:: Source information

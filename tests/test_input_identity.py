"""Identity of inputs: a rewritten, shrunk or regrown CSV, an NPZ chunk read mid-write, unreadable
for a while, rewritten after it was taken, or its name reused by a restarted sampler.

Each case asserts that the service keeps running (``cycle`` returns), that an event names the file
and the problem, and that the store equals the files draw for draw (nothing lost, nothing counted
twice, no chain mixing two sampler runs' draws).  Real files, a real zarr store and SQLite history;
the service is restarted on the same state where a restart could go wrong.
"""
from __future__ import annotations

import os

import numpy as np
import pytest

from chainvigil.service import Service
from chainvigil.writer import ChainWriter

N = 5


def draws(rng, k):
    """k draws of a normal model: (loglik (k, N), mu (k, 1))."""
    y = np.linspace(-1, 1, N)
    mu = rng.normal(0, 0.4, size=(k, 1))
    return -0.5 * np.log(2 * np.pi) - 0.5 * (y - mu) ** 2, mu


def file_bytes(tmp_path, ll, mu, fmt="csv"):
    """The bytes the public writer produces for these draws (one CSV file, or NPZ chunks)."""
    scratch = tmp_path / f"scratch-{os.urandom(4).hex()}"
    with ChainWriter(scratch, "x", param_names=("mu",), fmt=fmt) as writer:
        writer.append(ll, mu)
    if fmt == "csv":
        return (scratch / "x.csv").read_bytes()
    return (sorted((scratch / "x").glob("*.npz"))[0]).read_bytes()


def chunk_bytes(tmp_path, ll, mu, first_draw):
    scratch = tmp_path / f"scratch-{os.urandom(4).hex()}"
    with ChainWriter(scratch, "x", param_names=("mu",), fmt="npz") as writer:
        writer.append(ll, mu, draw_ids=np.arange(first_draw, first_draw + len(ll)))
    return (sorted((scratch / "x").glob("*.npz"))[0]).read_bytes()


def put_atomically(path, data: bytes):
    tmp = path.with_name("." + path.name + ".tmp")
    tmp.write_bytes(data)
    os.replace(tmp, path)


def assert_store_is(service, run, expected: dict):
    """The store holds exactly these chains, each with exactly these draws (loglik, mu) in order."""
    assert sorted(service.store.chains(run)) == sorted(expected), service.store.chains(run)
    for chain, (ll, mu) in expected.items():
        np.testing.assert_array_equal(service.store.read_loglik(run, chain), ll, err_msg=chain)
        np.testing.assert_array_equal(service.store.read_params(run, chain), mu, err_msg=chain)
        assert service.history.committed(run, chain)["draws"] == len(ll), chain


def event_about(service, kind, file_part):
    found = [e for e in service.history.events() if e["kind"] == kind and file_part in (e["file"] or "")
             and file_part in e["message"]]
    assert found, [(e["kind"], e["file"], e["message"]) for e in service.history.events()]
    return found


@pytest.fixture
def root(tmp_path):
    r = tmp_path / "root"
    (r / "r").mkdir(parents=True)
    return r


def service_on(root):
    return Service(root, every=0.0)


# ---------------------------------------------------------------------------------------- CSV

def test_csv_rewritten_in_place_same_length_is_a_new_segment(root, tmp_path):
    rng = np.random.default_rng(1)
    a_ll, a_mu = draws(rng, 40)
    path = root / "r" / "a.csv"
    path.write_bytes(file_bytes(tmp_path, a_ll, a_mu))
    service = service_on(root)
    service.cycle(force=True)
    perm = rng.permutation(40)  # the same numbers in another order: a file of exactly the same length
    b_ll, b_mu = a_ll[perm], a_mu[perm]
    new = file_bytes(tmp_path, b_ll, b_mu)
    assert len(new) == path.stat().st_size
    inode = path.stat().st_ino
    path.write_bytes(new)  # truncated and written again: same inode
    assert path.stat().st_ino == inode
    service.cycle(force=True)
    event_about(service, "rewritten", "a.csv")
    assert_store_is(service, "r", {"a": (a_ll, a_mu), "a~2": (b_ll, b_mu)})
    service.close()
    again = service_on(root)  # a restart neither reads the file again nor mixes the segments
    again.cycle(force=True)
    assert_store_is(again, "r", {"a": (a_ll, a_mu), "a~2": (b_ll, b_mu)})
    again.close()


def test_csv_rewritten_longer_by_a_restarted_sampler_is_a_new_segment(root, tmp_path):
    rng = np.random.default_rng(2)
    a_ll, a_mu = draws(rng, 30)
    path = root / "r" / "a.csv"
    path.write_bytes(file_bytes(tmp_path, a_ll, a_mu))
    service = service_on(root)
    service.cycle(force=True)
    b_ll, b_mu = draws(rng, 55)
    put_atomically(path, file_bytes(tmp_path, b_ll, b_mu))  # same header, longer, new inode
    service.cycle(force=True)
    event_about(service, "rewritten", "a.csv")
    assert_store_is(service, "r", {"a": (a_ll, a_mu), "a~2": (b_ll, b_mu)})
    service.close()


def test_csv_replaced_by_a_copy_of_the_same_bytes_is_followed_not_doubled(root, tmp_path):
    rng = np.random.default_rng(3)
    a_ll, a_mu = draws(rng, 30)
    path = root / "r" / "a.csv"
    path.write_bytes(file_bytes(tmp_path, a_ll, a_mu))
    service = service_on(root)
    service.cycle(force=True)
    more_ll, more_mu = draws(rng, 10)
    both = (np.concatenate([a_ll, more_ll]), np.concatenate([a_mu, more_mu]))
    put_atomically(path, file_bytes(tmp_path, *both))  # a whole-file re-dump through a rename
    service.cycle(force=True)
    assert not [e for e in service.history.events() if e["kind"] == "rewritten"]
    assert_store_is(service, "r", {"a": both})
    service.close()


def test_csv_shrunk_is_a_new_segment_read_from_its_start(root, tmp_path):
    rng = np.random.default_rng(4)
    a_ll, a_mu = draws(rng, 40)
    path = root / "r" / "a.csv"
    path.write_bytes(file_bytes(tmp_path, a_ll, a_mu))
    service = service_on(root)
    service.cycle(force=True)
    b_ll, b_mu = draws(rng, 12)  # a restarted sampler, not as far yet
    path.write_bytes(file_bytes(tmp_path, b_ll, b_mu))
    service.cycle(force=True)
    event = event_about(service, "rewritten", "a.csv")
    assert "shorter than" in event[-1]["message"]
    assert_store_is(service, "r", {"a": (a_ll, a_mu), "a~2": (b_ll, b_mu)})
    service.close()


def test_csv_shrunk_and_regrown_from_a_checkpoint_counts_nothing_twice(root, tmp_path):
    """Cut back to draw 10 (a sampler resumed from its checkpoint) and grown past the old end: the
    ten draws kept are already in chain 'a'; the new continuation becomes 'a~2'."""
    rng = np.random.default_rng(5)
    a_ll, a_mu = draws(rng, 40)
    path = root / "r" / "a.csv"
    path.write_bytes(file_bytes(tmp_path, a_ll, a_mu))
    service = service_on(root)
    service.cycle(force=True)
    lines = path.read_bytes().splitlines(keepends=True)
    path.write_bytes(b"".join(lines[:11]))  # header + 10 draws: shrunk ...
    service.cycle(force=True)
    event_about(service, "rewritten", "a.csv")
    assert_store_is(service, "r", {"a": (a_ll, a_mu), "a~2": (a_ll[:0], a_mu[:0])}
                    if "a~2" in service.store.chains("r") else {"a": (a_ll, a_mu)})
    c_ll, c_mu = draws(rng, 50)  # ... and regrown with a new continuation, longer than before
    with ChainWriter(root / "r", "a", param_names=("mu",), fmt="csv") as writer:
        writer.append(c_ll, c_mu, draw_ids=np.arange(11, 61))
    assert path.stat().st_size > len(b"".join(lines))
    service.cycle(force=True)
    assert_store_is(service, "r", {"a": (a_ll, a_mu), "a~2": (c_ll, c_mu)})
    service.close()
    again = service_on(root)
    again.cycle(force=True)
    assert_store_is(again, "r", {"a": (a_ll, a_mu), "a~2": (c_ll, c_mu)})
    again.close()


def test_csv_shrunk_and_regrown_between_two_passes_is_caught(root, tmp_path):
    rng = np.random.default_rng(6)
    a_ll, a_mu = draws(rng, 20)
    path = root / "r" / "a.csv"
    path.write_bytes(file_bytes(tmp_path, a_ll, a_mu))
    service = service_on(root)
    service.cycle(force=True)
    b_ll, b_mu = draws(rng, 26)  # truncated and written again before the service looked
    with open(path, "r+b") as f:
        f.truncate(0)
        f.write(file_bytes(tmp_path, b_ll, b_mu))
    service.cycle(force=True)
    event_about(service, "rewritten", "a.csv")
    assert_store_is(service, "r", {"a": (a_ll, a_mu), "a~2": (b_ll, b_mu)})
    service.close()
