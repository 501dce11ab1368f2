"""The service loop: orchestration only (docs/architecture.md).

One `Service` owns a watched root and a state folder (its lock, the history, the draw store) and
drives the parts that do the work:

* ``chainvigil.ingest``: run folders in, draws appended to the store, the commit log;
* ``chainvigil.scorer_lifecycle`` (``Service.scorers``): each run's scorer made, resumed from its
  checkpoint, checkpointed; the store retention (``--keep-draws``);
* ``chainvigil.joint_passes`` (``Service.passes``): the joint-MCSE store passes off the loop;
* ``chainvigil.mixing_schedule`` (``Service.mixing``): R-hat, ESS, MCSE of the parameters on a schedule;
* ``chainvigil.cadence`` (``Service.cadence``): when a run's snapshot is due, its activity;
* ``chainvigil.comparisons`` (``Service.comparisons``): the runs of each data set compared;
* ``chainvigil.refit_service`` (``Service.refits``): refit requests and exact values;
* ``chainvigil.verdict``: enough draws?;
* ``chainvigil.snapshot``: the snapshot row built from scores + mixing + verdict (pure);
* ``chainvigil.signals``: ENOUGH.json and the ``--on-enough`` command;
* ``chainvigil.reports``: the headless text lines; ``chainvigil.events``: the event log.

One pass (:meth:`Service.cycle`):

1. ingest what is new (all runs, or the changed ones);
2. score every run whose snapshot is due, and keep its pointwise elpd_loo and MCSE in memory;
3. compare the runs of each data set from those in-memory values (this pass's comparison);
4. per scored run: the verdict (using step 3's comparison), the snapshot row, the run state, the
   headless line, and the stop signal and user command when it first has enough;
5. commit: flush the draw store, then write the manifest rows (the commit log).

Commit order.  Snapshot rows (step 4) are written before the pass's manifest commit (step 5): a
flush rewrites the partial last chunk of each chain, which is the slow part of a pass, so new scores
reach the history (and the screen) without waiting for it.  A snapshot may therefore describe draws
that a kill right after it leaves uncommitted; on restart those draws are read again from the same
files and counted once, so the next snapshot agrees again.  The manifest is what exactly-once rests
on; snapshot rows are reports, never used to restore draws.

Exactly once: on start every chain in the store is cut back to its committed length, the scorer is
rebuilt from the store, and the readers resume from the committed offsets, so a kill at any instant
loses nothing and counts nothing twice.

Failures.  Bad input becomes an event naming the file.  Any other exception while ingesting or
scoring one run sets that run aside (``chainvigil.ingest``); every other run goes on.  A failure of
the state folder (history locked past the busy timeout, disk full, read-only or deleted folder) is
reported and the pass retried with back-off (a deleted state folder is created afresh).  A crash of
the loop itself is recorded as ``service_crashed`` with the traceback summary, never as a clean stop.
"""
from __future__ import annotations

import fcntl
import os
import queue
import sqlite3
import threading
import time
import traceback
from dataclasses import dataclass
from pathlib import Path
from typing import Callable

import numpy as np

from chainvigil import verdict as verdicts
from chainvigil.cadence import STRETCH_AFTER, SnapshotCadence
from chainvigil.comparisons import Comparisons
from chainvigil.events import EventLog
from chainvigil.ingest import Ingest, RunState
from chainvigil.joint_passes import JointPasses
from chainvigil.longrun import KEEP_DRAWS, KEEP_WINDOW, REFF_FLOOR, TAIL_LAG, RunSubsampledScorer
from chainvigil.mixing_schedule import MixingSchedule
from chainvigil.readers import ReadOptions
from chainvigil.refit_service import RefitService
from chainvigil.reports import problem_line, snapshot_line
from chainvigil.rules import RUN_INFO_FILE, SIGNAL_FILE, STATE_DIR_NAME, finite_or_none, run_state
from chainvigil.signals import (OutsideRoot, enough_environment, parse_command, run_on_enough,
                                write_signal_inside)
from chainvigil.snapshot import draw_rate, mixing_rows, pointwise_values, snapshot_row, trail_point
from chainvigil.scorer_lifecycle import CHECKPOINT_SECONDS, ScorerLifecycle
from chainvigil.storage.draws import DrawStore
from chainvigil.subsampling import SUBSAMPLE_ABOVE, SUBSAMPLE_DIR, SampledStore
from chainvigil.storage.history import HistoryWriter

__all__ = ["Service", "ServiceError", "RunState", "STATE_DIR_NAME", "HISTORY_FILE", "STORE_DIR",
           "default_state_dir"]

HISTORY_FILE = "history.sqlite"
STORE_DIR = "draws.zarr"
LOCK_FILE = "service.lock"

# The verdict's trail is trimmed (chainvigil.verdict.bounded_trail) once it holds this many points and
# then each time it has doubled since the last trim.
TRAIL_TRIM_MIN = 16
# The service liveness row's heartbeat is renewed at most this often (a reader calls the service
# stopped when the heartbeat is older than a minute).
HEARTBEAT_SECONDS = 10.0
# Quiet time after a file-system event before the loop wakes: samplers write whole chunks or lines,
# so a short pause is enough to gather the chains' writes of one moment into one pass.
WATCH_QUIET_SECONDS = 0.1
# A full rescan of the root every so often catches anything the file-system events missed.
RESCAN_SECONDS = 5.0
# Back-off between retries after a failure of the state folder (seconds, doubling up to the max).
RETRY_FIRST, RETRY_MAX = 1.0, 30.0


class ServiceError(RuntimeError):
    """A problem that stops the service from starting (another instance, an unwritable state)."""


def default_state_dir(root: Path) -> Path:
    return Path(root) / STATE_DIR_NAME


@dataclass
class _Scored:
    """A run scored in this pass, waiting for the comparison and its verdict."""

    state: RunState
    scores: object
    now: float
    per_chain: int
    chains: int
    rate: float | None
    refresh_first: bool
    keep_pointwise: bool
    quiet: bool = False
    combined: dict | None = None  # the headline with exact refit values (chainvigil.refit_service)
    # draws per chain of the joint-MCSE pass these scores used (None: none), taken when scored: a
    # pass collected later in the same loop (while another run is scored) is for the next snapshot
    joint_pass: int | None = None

::::

◆ **Work to complete**
Scan the records above for the word "often". Show each line in which it appears.

◆ **Output of the task**
# The service liveness row's heartbeat is renewed at most this often (a reader calls the service
# A full rescan of the root every so often catches anything the file-system events missed.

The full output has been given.